Next, Dell set out to rescue her kidnapped friend, Annie McGowan. She enlisted the aid of Buffalo Bill and so impressed him with her abilities that he accepted her as his "pard." Watching her shoot and ride, Buffalo Bill asked himself, "Was there anything . . . in which Dell Dauntless did not excel?" Along the way,

 

Page 174
with the bowie knife that swung from her belt, Dell rescued a young Indian man named Little Cayuse. Cayuse rather rudely told Dell that "squaws" were supposed to boil water, make fires, and sew beads. After Dell replied, "I'm different from the ordinary run of squaws," Little Cayuse also accepted Dell as his ''pard."
In subsequent chapters, Dell shot a rifle out of a villain's hand, rode important dispatches through armed Apaches, and broke out of Fort Grant. Dell had indeed proven herself to Buffalo Bill, "the king of the scouts," who concluded that Dell ranked "Class A among Western girls."

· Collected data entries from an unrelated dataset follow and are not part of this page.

def weight_chart(cues: Sequence[str], series: Sequence[tuple[str, Mapping[str, float], object]],
                 *, width: float, title: str | None = None) -> Drawing:
    """Horizontal bars, one row per cue and one thin bar per series (label, values, colour).

    Values may be negative (a weight share keeps its sign); the axis spans them.
    """
    series = [s for s in series if s[1]]
    bar_h, gap = 6.0, 7.0
    row_h = bar_h * max(len(series), 1) + gap
    label_w = min(150.0, max(60.0, 5.0 * max((len(c) for c in cues), default=8)))
    legend_h = 16.0
    axis_h = 16.0
    height = legend_h + axis_h + row_h * len(cues) + 4
    d = Drawing(width, height)
    values = [v for _, vals, _ in series for v in vals.values() if v is not None]
    low = min([0.0, *values])
    high = max([0.0, *values, 0.05])
    ticks = _nice_ticks(low, high, 4)
    low, high = min(low, ticks[0]), max(high, ticks[-1])
    x0, x1 = label_w + 6, width - 10

    def x_of(v: float) -> float:
        return x0 + (v - low) / (high - low) * (x1 - x0)

    # legend
    lx = x0
    for label, _, colour in series:
        d.add(Rect(lx, height - 10, 8, 7, fillColor=colour, strokeColor=None))
        d.add(String(lx + 11, height - 9, label, fontName=BASE_FONT, fontSize=LABEL_SIZE, fillColor=INK))
        lx += 18 + 4.3 * len(label) + 10
    top = height - legend_h
    for t in ticks:
        d.add(Line(x_of(t), axis_h, x_of(t), top, strokeColor=RULE, strokeWidth=0.4))
        d.add(String(x_of(t), axis_h - 9, fmt(t, 2), fontName=BASE_FONT, fontSize=LABEL_SIZE - 0.5,
                     fillColor=MUTED, textAnchor="middle"))
    d.add(Line(x_of(0), axis_h, x_of(0), top, strokeColor=INK, strokeWidth=0.7))
    for i, cue in enumerate(cues):
        y_top = top - i * row_h - gap / 2
        d.add(String(label_w, y_top - row_h / 2 + 1, cue, fontName=BASE_FONT, fontSize=LABEL_SIZE + 0.5,
                     fillColor=INK, textAnchor="end"))
        for j, (_, vals, colour) in enumerate(series):
            v = vals.get(cue)
            if v is None:
                continue
            y = y_top - (j + 1) * bar_h
            left, right = sorted((x_of(0), x_of(v)))
            d.add(Rect(left, y, max(right - left, 0.6), bar_h - 1, fillColor=colour, strokeColor=None))
    return d


def strip_chart(values: Sequence[float], mine: float, *, low: float, high: float, width: float,
                low_words: str = "lower", high_words: str = "higher") -> Drawing:
    """The reader's figure (a filled dot) among the panel's (small open dots, unlabelled)."""
    height = 20.0
    d = Drawing(width, height)
    lo, hi = min([low, mine, *values]), max([high, mine, *values])
    x0, x1 = 34.0, width - 36.0

    def x_of(v: float) -> float:
        return x0 + (v - lo) / (hi - lo) * (x1 - x0) if hi > lo else (x0 + x1) / 2

    y = 10.0
    d.add(Line(x0, y, x1, y, strokeColor=RULE, strokeWidth=1.2))
    d.add(String(x0 - 6, y - 2.5, low_words, fontName=BASE_FONT, fontSize=6.5, fillColor=MUTED,
                 textAnchor="end"))
    d.add(String(x1 + 6, y - 2.5, high_words, fontName=BASE_FONT, fontSize=6.5, fillColor=MUTED))
    ordered = sorted(values)
    # a little vertical spread (-2.5, 0, +2.5 in turn) so close values stay visible
    d.add(DotLayer([x_of(v) for v in ordered], [y + (k % 3 - 1) * 2.5 for k in range(len(ordered))], 2.2,
                   fill=PALE, stroke=PANEL, stroke_width=0.6))
    d.add(Circle(x_of(mine), y, 4.2, fillColor=ACCENT, strokeColor=INK, strokeWidth=0.6))
    return d


def retest_scatter(pairs: Sequence[tuple[float, float]], *, low: float, high: float,
                   size: float = 150.0) -> Drawing:
    """First against second judgment of each repeated case; dot area grows with the count."""
    d = Drawing(size + 30, size + 26)
    x0, y0 = 26.0, 20.0
    if high <= low:
        high = low + 1
    lo, hi = _padded(low, high)

    def sx(v):
        return x0 + (v - lo) / (hi - lo) * size

    def sy(v):
        return y0 + (v - lo) / (hi - lo) * size

    d.add(Rect(x0, y0, size, size, fillColor=None, strokeColor=RULE, strokeWidth=0.6))
    d.add(Line(sx(low), sy(low), sx(high), sy(high), strokeColor=RUBRIC, strokeWidth=0.8,
               strokeDashArray=[3, 2]))
    for t in _nice_ticks(low, high, 6):
        d.add(String(sx(t), y0 - 9, fmt(t, 0 if float(t).is_integer() else 1), fontName=BASE_FONT,
                     fontSize=6.5, fillColor=MUTED, textAnchor="middle"))
        d.add(String(x0 - 3, sy(t) - 2, fmt(t, 0 if float(t).is_integer() else 1), fontName=BASE_FONT,
                     fontSize=6.5, fillColor=MUTED, textAnchor="end"))
    d.add(String(x0 + size / 2, 0, "first judgment", fontName=BASE_FONT, fontSize=7, fillColor=INK,
                 textAnchor="middle"))
    d.add(String(x0 + 2, y0 + size + 4, "second judgment", fontName=BASE_FONT, fontSize=7, fillColor=INK))
    counts = Counter((float(a), float(b)) for a, b in pairs)
    for (a, b), n in sorted(counts.items()):
        d.add(Circle(sx(a), sy(b), 2.2 + 1.4 * (n - 1) ** 0.5, fillColor=ACCENT_LIGHT, strokeColor=ACCENT,
                     strokeWidth=0.7))
    return d


def order_chart(positions: Sequence[float], judgments: Sequence[float], *, low: float, high: float,
                width: float, height: float = 90.0) -> Drawing:
    """Judgments over the reading order with a running mean (window of a tenth of the cases)."""
    d = Drawing(width, height)
    x0, y0, x1, y1 = 26.0, 16.0, width - 6, height - 6
    n = len(positions)
    pmin, pmax = (min(positions), max(positions)) if n else (0, 1)
    if pmax <= pmin:
        pmax = pmin + 1
    # the first and last judgments sit off the frame's sides as well
    pmin, pmax = pmin - 0.015 * (pmax - pmin), pmax + 0.015 * (pmax - pmin)
    if high <= low:
        high = low + 1
    shown_low, shown_high = _padded(low, high)

    def sx(v):
        return x0 + (v - pmin) / (pmax - pmin) * (x1 - x0)

    def sy(v):
        return y0 + (v - shown_low) / (shown_high - shown_low) * (y1 - y0)

    d.add(Rect(x0, y0, x1 - x0, y1 - y0, fillColor=None, strokeColor=RULE, strokeWidth=0.6))
    for t in _nice_ticks(low, high, 4):
        d.add(String(x0 - 3, sy(t) - 2, fmt(t, 0 if float(t).is_integer() else 1), fontName=BASE_FONT,
                     fontSize=6.5, fillColor=MUTED, textAnchor="end"))
    d.add(String((x0 + x1) / 2, 3, "reading order (first case left)", fontName=BASE_FONT, fontSize=7,
                 fillColor=INK, textAnchor="middle"))
    order = sorted(zip(positions, judgments))
    d.add(DotLayer([sx(p) for p, _ in order], [sy(j) for _, j in order], 1.3, fill=PANEL))
    window = max(3, n // 10)
    if n >= window:
        points = []
        running = sum(j for _, j in order[:window])
        for k in range(window, n + 1):
            centre = order[k - window // 2 - 1][0]
            points.extend([sx(centre), sy(running / window)])
            if k < n:
                running += order[k][1] - order[k - window][1]
        d.add(PolyLine(points, strokeColor=ACCENT, strokeWidth=1.6))
    return d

The story sounds improbable today, but then it taught such important virtues as bravery, assertiveness, ladyhood, loyalty, the importance of friendship, and the triumph of good over evil. More than just an adventure tale, this dime novel instructed readers in morals and values. Although most readers of dime novels remained male, some young women also read these western adventure tales. Perhaps Ingraham hoped to attract additional female readers with his creation of Dauntless Dell, who was clearly a laudable woman. Even the name Dauntless Dell carried a message; it indicated that some women were as fearless and capable of heroic deeds as men.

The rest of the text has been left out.